Finally, his wartime service was put into the Sword of Honour trilogy, which is an amazing book, right up there was Lord of the Rings in terms of its influence on me. Posted by: Ace-Endorsed Author A.H. Lloyd at May 25, 2025 11:28 AM (ZOv7s) 233
and yes there are a lot of pretentious goobly glop quotes from those you would expect. Picasso is the ass I expected.
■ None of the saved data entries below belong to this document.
const CONTINUITIES = 3;
const SIZES = 16;

/**
 * What is known of when crews are free, so that it is not found out again for every stage: from an instant on, a crew has no room
 * for so many minutes before another. While bookings only grow that stays true, for more minutes and from later on as well.
 */
export class ReadyTimes {
  private from = new Int32Array(0);
  private minutes = new Int32Array(0);
  private start = new Int32Array(0);
  private stamp = new Int32Array(0);

  /** The earliest start that is not known to be hopeless; `from` where nothing is known. */
  startFor(crew: number, continuity: number, minutes: number, from: number, stamp: number): number {
    let best = from;
    const size = 31 - Math.clz32(minutes);
    for (let s = size; s >= 0 && s >= size - 1; s -= 1) {
      const cell = this.cellOf(crew, continuity, s);
      const holds =
        cell < this.stamp.length &&
        this.stamp[cell] === stamp &&
        this.from[cell] <= from &&
        this.minutes[cell] <= minutes;
      if (holds && this.start[cell] > best) best = this.start[cell];
    }
    return best;
  }

  /** Notes that from an instant on there is no room before `start`; keeps what says more. */
  note(crew: number, continuity: number, minutes: number, from: number, start: number, stamp: number): void {
    const cell = this.cellOf(crew, continuity, 31 - Math.clz32(minutes));
    if (cell >= this.stamp.length) this.grow(cell);
    const isKept =
      this.stamp[cell] === stamp && this.start[cell] > from && (this.from[cell] < from || this.minutes[cell] < minutes);
    if (isKept) return;
    this.stamp[cell] = stamp;
    this.from[cell] = from;
    this.minutes[cell] = minutes;
    this.start[cell] = start;
  }

  private cellOf(crew: number, continuity: number, size: number): number {
    return (crew * CONTINUITIES + continuity) * SIZES + Math.min(size, SIZES - 1);
  }

  private grow(cell: number): void {
    const length = Math.max(1024, 2 * (cell + 1));
    const larger = (from: Int32Array): Int32Array<ArrayBuffer> => {
      const to = new Int32Array(length);
      to.set(from);
      return to;
    };
    this.from = larger(this.from);
    this.minutes = larger(this.minutes);
    this.start = larger(this.start);
    this.stamp = larger(this.stamp);
  }
}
Posted by: polynikes I'm reading the latest Anthony Horowitz mystery, Marble Hall Murders. Horowitz often presents authors in an unfavorable light despite being one himself. In this book, a elderly woman author of a billion selling children's series is revealed to be a horrible person. Horowitz has one of his characters, one of her descendants, argue that you must separate the artist from art. Our heroine, editor Susan Ryeland, wonders how such a vile creature could write such charming books and decides she must have had a good editor. Posted by: Anonosaurus Wrecks, Now Available In Super Size! at May 25, 2025 11:28 AM (L/fGl) 234
I do about 80% of my reading via kindle. Why do so many of the women authors write their characters with such sanctimonious style? I quit reading The First Contact series because of this awhile back. But I gave in last week and tried another. SHE character was wild, free, beautiful and brilliant. HE character was a beta male and they met at an anti war rally. That's when I hit delete.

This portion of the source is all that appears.